Dataset excerpts:
──────────────────────────────

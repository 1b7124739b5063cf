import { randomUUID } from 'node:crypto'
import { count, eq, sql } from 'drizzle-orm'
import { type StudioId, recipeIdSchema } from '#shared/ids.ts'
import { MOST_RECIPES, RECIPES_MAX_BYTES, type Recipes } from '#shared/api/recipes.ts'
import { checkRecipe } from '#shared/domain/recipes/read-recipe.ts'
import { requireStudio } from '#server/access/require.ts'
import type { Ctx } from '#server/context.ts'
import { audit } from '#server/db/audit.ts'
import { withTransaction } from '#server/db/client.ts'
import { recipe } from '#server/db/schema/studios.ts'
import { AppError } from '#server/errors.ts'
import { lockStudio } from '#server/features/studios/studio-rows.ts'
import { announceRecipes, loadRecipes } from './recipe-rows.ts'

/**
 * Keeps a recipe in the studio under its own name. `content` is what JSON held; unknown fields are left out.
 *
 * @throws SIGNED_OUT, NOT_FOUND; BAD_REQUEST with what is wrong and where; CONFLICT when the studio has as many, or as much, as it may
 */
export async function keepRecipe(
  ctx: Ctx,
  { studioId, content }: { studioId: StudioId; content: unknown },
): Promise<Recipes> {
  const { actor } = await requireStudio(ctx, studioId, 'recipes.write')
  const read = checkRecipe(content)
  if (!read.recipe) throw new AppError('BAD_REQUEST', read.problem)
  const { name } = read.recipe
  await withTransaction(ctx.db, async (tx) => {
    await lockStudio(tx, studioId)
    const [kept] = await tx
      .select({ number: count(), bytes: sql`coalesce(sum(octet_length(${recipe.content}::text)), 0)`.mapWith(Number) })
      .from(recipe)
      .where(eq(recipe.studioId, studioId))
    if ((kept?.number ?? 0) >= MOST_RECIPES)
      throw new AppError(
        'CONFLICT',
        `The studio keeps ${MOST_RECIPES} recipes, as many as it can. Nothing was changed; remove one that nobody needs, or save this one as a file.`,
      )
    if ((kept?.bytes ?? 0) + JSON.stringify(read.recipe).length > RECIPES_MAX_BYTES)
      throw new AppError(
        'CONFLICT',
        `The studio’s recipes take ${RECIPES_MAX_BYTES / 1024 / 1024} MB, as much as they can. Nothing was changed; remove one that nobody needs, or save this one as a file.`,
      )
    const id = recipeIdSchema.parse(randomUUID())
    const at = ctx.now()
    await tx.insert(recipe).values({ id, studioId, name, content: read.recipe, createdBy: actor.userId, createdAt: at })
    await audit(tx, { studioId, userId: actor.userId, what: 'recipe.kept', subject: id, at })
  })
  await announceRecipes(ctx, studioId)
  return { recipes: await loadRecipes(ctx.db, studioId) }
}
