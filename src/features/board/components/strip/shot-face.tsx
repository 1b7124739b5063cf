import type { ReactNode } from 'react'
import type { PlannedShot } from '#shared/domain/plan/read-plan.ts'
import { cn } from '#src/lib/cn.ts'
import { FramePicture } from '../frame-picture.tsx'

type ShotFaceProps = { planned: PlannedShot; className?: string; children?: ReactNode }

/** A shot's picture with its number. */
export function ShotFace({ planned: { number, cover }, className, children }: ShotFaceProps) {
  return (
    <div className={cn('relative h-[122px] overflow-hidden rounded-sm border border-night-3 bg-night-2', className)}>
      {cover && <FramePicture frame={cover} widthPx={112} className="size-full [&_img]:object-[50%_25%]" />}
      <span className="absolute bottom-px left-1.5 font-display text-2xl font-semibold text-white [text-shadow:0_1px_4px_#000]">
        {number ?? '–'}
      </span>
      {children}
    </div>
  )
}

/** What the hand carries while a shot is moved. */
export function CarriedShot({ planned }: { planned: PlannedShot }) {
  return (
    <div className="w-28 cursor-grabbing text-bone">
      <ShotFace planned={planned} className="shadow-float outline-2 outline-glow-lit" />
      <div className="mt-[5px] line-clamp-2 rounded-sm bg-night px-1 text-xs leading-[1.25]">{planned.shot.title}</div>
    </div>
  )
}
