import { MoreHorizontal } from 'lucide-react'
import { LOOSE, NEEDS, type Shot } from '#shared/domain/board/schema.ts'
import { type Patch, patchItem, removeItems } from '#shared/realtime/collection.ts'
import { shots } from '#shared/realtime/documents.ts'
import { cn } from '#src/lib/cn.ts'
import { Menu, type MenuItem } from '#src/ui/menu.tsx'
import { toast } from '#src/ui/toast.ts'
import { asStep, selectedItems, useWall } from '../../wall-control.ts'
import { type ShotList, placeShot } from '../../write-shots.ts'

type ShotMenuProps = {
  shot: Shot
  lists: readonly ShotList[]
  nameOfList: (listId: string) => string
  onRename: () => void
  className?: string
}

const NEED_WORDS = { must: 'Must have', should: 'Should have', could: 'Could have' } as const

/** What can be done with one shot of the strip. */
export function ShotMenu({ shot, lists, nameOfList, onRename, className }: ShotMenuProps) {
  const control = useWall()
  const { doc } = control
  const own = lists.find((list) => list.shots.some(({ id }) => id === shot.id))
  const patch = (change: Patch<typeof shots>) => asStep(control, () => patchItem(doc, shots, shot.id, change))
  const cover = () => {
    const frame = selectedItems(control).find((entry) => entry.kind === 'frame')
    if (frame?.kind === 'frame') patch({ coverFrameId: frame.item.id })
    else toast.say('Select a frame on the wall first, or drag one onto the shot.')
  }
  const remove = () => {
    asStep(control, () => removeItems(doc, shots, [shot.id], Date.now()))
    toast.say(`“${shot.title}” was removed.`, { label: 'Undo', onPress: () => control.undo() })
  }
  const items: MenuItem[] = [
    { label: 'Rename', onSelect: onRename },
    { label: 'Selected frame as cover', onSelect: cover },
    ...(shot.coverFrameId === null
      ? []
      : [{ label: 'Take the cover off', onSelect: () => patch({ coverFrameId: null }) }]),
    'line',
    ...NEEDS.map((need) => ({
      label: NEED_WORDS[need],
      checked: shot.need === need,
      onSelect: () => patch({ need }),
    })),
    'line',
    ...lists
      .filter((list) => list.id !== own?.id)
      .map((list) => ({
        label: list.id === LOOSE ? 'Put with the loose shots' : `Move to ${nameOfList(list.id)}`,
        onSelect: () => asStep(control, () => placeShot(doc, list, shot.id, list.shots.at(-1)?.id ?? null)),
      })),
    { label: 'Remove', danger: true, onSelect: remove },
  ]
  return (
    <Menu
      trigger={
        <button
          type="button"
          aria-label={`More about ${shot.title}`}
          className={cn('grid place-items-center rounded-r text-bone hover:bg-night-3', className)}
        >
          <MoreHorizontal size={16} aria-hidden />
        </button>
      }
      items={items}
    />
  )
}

──────────────────────────────

TO DO> Lines from the one with "const own = lists.find((list)" through the end of the data: set these down exactly, including both ends and nothing more.

ANSWER AREA>
  const own = lists.find((list) => list.shots.some(({ id }) => id === shot.id))
  const patch = (change: Patch<typeof shots>) => asStep(control, () => patchItem(doc, shots, shot.id, change))
  const cover = () => {
    const frame = selectedItems(control).find((entry) => entry.kind === 'frame')
    if (frame?.kind === 'frame') patch({ coverFrameId: frame.item.id })
    else toast.say('Select a frame on the wall first, or drag one onto the shot.')
  }
  const remove = () => {
    asStep(control, () => removeItems(doc, shots, [shot.id], Date.now()))
    toast.say(`“${shot.title}” was removed.`, { label: 'Undo', onPress: () => control.undo() })
  }
  const items: MenuItem[] = [
    { label: 'Rename', onSelect: onRename },
    { label: 'Selected frame as cover', onSelect: cover },
    ...(shot.coverFrameId === null
      ? []
      : [{ label: 'Take the cover off', onSelect: () => patch({ coverFrameId: null }) }]),
    'line',
    ...NEEDS.map((need) => ({
      label: NEED_WORDS[need],
      checked: shot.need === need,
      onSelect: () => patch({ need }),
    })),
    'line',
    ...lists
      .filter((list) => list.id !== own?.id)
      .map((list) => ({
        label: list.id === LOOSE ? 'Put with the loose shots' : `Move to ${nameOfList(list.id)}`,
        onSelect: () => asStep(control, () => placeShot(doc, list, shot.id, list.shots.at(-1)?.id ?? null)),
      })),
    { label: 'Remove', danger: true, onSelect: remove },
  ]
  return (
    <Menu
      trigger={
        <button
          type="button"
          aria-label={`More about ${shot.title}`}
          className={cn('grid place-items-center rounded-r text-bone hover:bg-night-3', className)}
        >
          <MoreHorizontal size={16} aria-hidden />
        </button>
      }
      items={items}
    />
  )
}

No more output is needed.